Regression analysis makes the following assumptions:
First, the dependent variable is assumed to be a linear function of the independent variables, or it can be transformed (for instance, using logs) to a linear function. (Note, again, that the coefficients are linear, but the variables themselves may be nonlinear.) This was discussed previously.
Second, the distribution of sample observations around the predicted value of the dependent variable is the same for all values of an independent
variable. This characteristic is called homoscedasticity, and its violation, heteroscedasticity. Under heteroscedasticity, the variance around your prediction may increase as your independent variable either increases or decreases. Correcting for this problem often involves weighting the data or observations in relation to their variance.
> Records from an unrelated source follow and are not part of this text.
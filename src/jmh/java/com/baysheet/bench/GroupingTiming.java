package com.baysheet.bench;

import com.baysheet.framing.Derived;
import com.baysheet.framing.Rederivation;
import com.baysheet.framing.Typicals;
import com.baysheet.framing.model.Building;
import com.baysheet.framing.model.Level;

import java.util.ArrayList;
import java.util.Arrays;
import java.util.List;

/**
 * Typical members grouped after a one-bay edit, on the varied plan of {@link FramingBenchmark} at 24 levels (the edit
 * of {@link EditTiming}): from the last grouping ({@code Typicals.grouped(d, last)}, what a model write does) against
 * from nothing ({@code Typicals.of(d)}). Not a test: prints milliseconds (docs/benchmarks.md, One-bay edit). Run, after
 * building the class path as for the sheet benchmark:
 * {@code java -Xmx3g -cp target/classes:$(cat target/bench.cp) com.baysheet.bench.GroupingTiming [runs]}.
 */
public final class GroupingTiming {
    private GroupingTiming() {}

    public static void main(String[] args) {
        int runs = args.length > 0 ? Integer.parseInt(args[0]) : 20;
        Building plain = FramingBenchmark.varied(24);
        List<Level> keyed = new ArrayList<>();
        for (int k = 0; k < plain.levels().size(); k++) keyed.add(plain.levels().get(k).withKey("L" + (k + 1)));
        Building a = new Building(plain.name(), plain.context(), plain.grid(), keyed), b = EditTiming.edited(a, 12, 5, 7);
        Rederivation again = new Rederivation();
        Derived d = again.derive(a);
        Typicals.Grouping last = Typicals.grouped(d, null);
        double[] from = new double[runs], whole = new double[runs];
        for (int k = -4; k < runs; k++) {
            d = again.derive((k & 1) == 0 ? b : a);
            long t0 = System.nanoTime();
            last = Typicals.grouped(d, last);
            long t1 = System.nanoTime();
            int groups = Typicals.of(d).size();
            long t2 = System.nanoTime();
            if (groups != last.groups().size()) throw new IllegalStateException("the groups differ");
            if (k >= 0) {
                from[k] = (t1 - t0) / 1e6;
                whole[k] = (t2 - t1) / 1e6;
            }
        }
        System.out.printf("%,d members, %,d groups%n", d.members().size(), last.groups().size());
        report("from the last grouping", from);
        report("from nothing", whole);
    }

    private static void report(String what, double[] ms) {
        double[] s = ms.clone();
        Arrays.sort(s);
        System.out.printf("%s: median %.1f ms, min %.1f ms, max %.1f ms over %d edits%n", what, s[s.length / 2], s[0], s[s.length - 1], s.length);
    }
}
While it is unlikely to lead to major problems in your estimates of the coefficients, it could lead to problems in the estimates of your standard errors, and thus your t-statistics may be misleading.
Third, the values of each observation are independent of each other, and each independent variable is independent of the other independent variables.
The individual observations are generally independent of one another in the case of survey data from hundreds of individuals, but they not be with time series data. The failure of this condition, known as autocorrelation, may (but does not always) lead to biased estimates of your coefficients. Additionally, the values of an independent variable are not always independent of the values of other variables. For instance, age may be correlated with wealth, or wealth may be correlated with educational attainment. Violation of this assumption is multicollinearity, discussed above under Regression Step 6.
Fourth, only the dependent variable is regarded as a random variable, and the independent variables are independent of the dependent variable. The values of the independent variables are assumed to be known with certainty.
For example, if regression analysis is used to estimate the demand for a good when the price is $2, the true quantity purchased at this price can be predicted subject to confidence limits, but the price ($2) is known precisely.
Additionally, that price should not be affected by the quantity demanded. For an individual consumer, the price is likely to be exogenous – you rarely have control over the prices you are charged at a store, for instance. However, if you are a major purchaser of a good and can negotiate over both the price and quantity of a good that you buy, then price is not an independent variable: it is indeed another dependent variable. In this situation, a linear regression with quantity as the dependent variable and price as the independent variable may give you very poor results.
This chapter cannot possibly cover completely all the issues you need to understand for a regression. Our major hope in reviewing these assumptions is to flag for you places where you may need to seek advanced help, either from a statistical consultant or from a statistics or econometrics text.